Go line by line through the data and copy those with the word "comparison".

» Data supplied:

==================================================

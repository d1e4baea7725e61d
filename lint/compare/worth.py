"""What a part is worth, so far as both revisions can tell it alike."""

from __future__ import annotations

import re

from ...grammar.netlist import Part
from .side import Side

_DIGITS = 9  # two spellings of one value differ in the rounding of doubles
_NEITHER = re.compile(r"[\W_]+")


def worth(side: Side, part: Part) -> str:
    """Return the value of a part in SI units, else the words that name its type, as one comparable text."""
    value = side.reader.written(part)
    if value is not None:
        return f"{value.number:.{_DIGITS}g}"
    return plain(part.value or part.model)


def plain(text: str) -> str:
    """Return a name by its letters and digits alone, case folded: exporters change the rest."""
    return _NEITHER.sub("", text).casefold() or text.strip()
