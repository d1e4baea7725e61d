"""One element line of a SPICE-style list: which words are nodes, which the value, which the model.

The first letter tells, as in any simulator. A plain list however uses any reference prefix (`CN1`, `LED2`,
`F1`), so a letter holds only while the line has that letter's shape; a line that has not is read as a part of
no letter: its nodes, then its model or value.
"""

from __future__ import annotations

import re
from collections.abc import Callable, Collection, Mapping
from dataclasses import dataclass
from types import MappingProxyType
from typing import NoReturn

from .netlist import Place
from .spice_lines import Line, indent
from .spice_words import Words, is_plain, split

NOTHING: Mapping[str, str] = MappingProxyType({})
"""The attributes of a part that has none; shared, for most parts have none."""


@dataclass(slots=True)
class Element:
    """An element line as written; nothing is evaluated and no name is looked up.

    reference:  as written, an exporter's prefix included
    letter:     upper case; empty for a part that has no letter's shape
    nodes:      in the order of the line
    value:      text, an expression with its braces
    model:      name of a model or subcircuit
    attributes: the pairs at the end of the line, and what the letter adds
    line:       for places
    first:      index among the line's positional words of the first node
    assumption: what the line leaves open and was decided here, else empty
    """

    reference: str
    letter: str
    nodes: tuple[str, ...]
    value: str
    model: str
    attributes: Mapping[str, str]
    line: Line
    first: int = 1
    assumption: str = ""

    @property
    def place(self) -> Place:
        """Return the place of the reference."""
        return self.line.place(indent(self.line))

    def node_places(self) -> list[Place]:
        """Return the place of each node."""
        indexes = split(self.line, exact=True).indexes[self.first :]
        return [self.line.place(index) for index, _ in zip(indexes, self.nodes, strict=False)]

    def node_place(self, at: int) -> Place:
        """Return the place of one node."""
        text = self.line.text
        word = at + self.first
        if word < 8 and is_plain(text):
            return self.line.place(len(text) - len(text.split(None, word)[word]))
        return self.node_places()[at]

    def index_of(self, text: str) -> int:
        """Return where `text` stands on the line, behind the nodes: the place for an error about it."""
        indexes = split(self.line, exact=True).indexes
        behind = indexes[min(self.first + len(self.nodes), len(indexes)) - 1]
        return max(0, self.line.text.find(text, behind))


_NUMBER = re.compile(r"[+-]?(?:\d+\.?\d*|\.\d+)(?:[eEdD][+-]?\d+)?[a-zA-ZµμΩΩ%]*")
_MARKING_CODE = re.compile(r"(?:\d+[a-zA-ZµμΩ]{1,3}\d{1,3}|[RKMGTLpnuµμ]\d{1,3})[A-Z]?")
_TYPE_NUMBER = re.compile(r"[1-4][NS]\d{2,}\w*")  # JEDEC and JIS: 1N4148 is no number of nano
_RATING = re.compile(r"[+-]?\d+(?:[.,/]\d+)?(?:%|[a-zA-Z]*W|V|ppm)", re.IGNORECASE)
_WAVEFORM = re.compile(
    r"(?:dc|ac|pulse|sine?|exp|pwl|sffm|am|pat|tbl|trnoise|trrandom|wavefile|distof[12]|external)(?![^\W_])",
    re.IGNORECASE,
)
_CONTROLLED = re.compile(r"(?:value|vol|cur|poly|table|laplace|freq|chebyshev|pwl)(?![^\W_])", re.IGNORECASE)
_PREFIX = re.compile(r"[^\W\d_]+(?=\d+[A-Za-z]?$)")
_TRIMMER = re.compile(r"(?:RV|VR|P|POT|TRIM)\d", re.IGNORECASE)
_REGULATOR = re.compile(r"7[89]\d\d|[13]17|337")  # a VR1 with this number is no trimmer of 7805 ohm
_LIBRARY_FILE = re.compile(r".*[.](?:lib|sub|spi|sp|inc|mod|cir|ckt)", re.IGNORECASE)
_PORT_MARKS = re.compile(r"[\[\]~]|%\w+")
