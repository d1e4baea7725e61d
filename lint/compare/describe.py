"""Parts, nets and pins of the revisions as the comparison tells them, once it is settled which is which."""

from __future__ import annotations

from collections import Counter
from collections.abc import Iterable, Iterator, Sequence
from dataclasses import dataclass

from ...grammar.netlist import Net, Part
from .comparison import NetChange, NetSeen, PartChange, PartSeen, PinMove
from .correspondence import pin_name
from .differences import differences, value_text
from .nets import NetMatching, PartPair
from .pairing import Matching
from .side import Side

END = "one end"


def part_seen(side: Side, part: Part) -> PartSeen:
    """Return a part as a report names it."""
    return PartSeen(
        reference=part.reference,
        kind=side.kind(part),
        value=value_text(side, part),
        model=part.model,
        nets=side.nets_of(part),
        fitted=part.fitted,
        place=part.place,
    )


def part_change(old: Side, new: Side, pair: PartPair, nets: NetMatching) -> PartChange | None:
    """Return what changed of a part of both revisions, None where nothing did."""
    found = differences(old, pair.old, new, pair.new)
    moves = tuple(pin_moves(old, new, pair, nets))
    renumbered = _is_renumbered(old, new, pair)
    if not (found or moves or renumbered):
        return None
    return PartChange(part_seen(old, pair.old), part_seen(new, pair.new), renumbered, found, moves)


def _is_renumbered(old: Side, new: Side, pair: PartPair) -> bool:
    """Tell whether a part goes by another reference designator; an exporter's prefix makes no other one."""
    one, other = pair.old.reference, pair.new.reference
    if one == other or one.removeprefix("/").casefold() == other.removeprefix("/").casefold():
        return False
    written = sorted((one, other), key=len)
    elements = {pair.old.element.casefold(), pair.new.element.casefold()} - {""}
    longer = written[1].rpartition("/")[2].casefold()
    shorter = written[0].rpartition("/")[2].casefold()
    prefixed = longer[:1] in elements and longer[1:].lstrip("_") == shorter
    return not (
        prefixed and (old.netlist.format != new.netlist.format or pair.old.element != pair.new.element)
    )


def pin_moves(old: Side, new: Side, pair: PartPair, nets: NetMatching) -> Iterator[PinMove]:
    """Yield the pins that are on another net than before."""
    for move in _moved(old, new, pair, nets):
        index, partner = move
        name = END
        if not pair.pins.alike:
            name = (
                pin_name(new, pair.new, partner)
                if partner is not None
                else pin_name(old, pair.old, index or 0)
            )
        yield PinMove(
            name,
            None if index is None else old.nets_of(pair.old)[index],
            None if partner is None else new.nets_of(pair.new)[partner],
        )


def _moved(
    old: Side, new: Side, pair: PartPair, nets: NetMatching
) -> Iterator[tuple[int | None, int | None]]:
    """Yield old and new index of the pins that moved, came or went."""
    here, there = old.nets_of(pair.old), new.nets_of(pair.new)
    likely = pair.pins.likely
    if pair.pins.alike or (likely and not numbers_fit(old, new, pair, nets)):
        yield from _moved_by_nets(old, new, pair, nets)
        return
    for index, partner in pair.pins.certain or likely:
        if not nets.same(here[index], there[partner]):
            yield index, partner
    across = old.netlist.format != new.netlist.format
    yield from ((index, None) for index in _telling(old, here, pair.pins.old_left, across))
    yield from ((None, index) for index in _telling(new, there, pair.pins.new_left, across))


def numbers_fit(old: Side, new: Side, pair: PartPair, nets: NetMatching) -> bool:
    """Tell whether the numbers of a part's pins fit most of its nets, and are to be trusted on the others."""
    here, there = old.nets_of(pair.old), new.nets_of(pair.new)
    kept = sum(nets.same(here[one], there[other]) for one, other in pair.pins.likely)
    return 2 * kept > len(pair.pins.likely)


def _telling(side: Side, nets: Sequence[str], left: Iterable[int], across: bool) -> Iterator[int]:
    """Yield the pins that the other revision lacks, save those that add nothing.

    These are open or, between formats, beside another pin of the part: the bulk of a list's transistor.
    """
    times = Counter(nets if across else ())
    for index in left:
        if not side.is_open(nets[index]) and times[nets[index]] <= 1:
            yield index


def _moved_by_nets(
    old: Side, new: Side, pair: PartPair, nets: NetMatching
) -> Iterator[tuple[int | None, int | None]]:
    """Pair pins that stayed on their nets, in whatever order, and yield the rest as they come."""
    here, there = old.nets_of(pair.old), new.nets_of(pair.new)
    left, rest = nets.apart(here, there)
    yield from zip(left, rest, strict=False)
    yield from ((index, None) for index in left[len(rest) :] if not old.is_open(here[index]))
    yield from ((None, index) for index in rest[len(left) :] if not new.is_open(there[index]))


def pin_text(side: Side, reference: str, index: int) -> str:
    """Return a pin as it stands in a list of pins: `U1.DTC`, and `R3` alone where its ends are alike."""
    part = side.netlist.parts[reference]
    name = pin_name(side, part, index)
    return reference if len(part.pins) <= 2 and name in ("1", "2") else f"{reference}.{name}"


def net_seen(side: Side, net: Net) -> NetSeen:
    """Return a net as a report names it."""
    return NetSeen(net.name, tuple(pin_text(side, *pin) for pin in net.pins), net.place)


@dataclass(frozen=True, slots=True)
class Traffic:
    """Which pins came to a net and which left it, by net."""

    gained: dict[str, list[tuple[str, int]]]
    lost: dict[str, list[tuple[str, int]]]


def traffic(old: Side, new: Side, matching: Matching) -> Traffic:
    """Return the pins that came to each net of the new revision, and that left each net of the old one."""
    found = Traffic({}, {})
    for pair in matching.pairs:
        for index, partner in _moved(old, new, pair, matching.nets):
            _note(found.lost, old, pair.old, index)
            _note(found.gained, new, pair.new, partner)
    paired = {pair.new.reference for pair in matching.pairs}
    for side, notes, known in ((old, found.lost, matching.references), (new, found.gained, paired)):
        for part in side.netlist.parts.values():
            if part.reference not in known:
                for index in range(len(part.pins)):
                    _note(notes, side, part, index)
    return found


def _note(notes: dict[str, list[tuple[str, int]]], side: Side, part: Part, index: int | None) -> None:
    if index is not None and (net := side.nets_of(part)[index]):
        notes.setdefault(net, []).append((part.reference, index))


def net_change(old: Side, new: Side, one: str, other: str, pins: Traffic) -> NetChange | None:
    """Return what changed of a net of both revisions, None where nothing did."""
    gained, lost = pins.gained.get(other, ()), pins.lost.get(one, ())
    same_format = old.netlist.format == new.netlist.format
    renamed = old.key(one) != new.key(other)
    if renamed and not same_format and old.is_open(one) and new.is_open(other):
        renamed = False  # a list must name what a schematic leaves open
    if not (renamed or gained or lost):
        return None
    return NetChange(
        net_seen(old, old.netlist.nets[one]),
        net_seen(new, new.netlist.nets[other]),
        renamed,
        tuple(pin_text(new, *pin) for pin in gained),
        tuple(pin_text(old, *pin) for pin in lost),
    )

==================================================

» Response to this exercise:
"""Parts, nets and pins of the revisions as the comparison tells them, once it is settled which is which."""
from .comparison import NetChange, NetSeen, PartChange, PartSeen, PinMove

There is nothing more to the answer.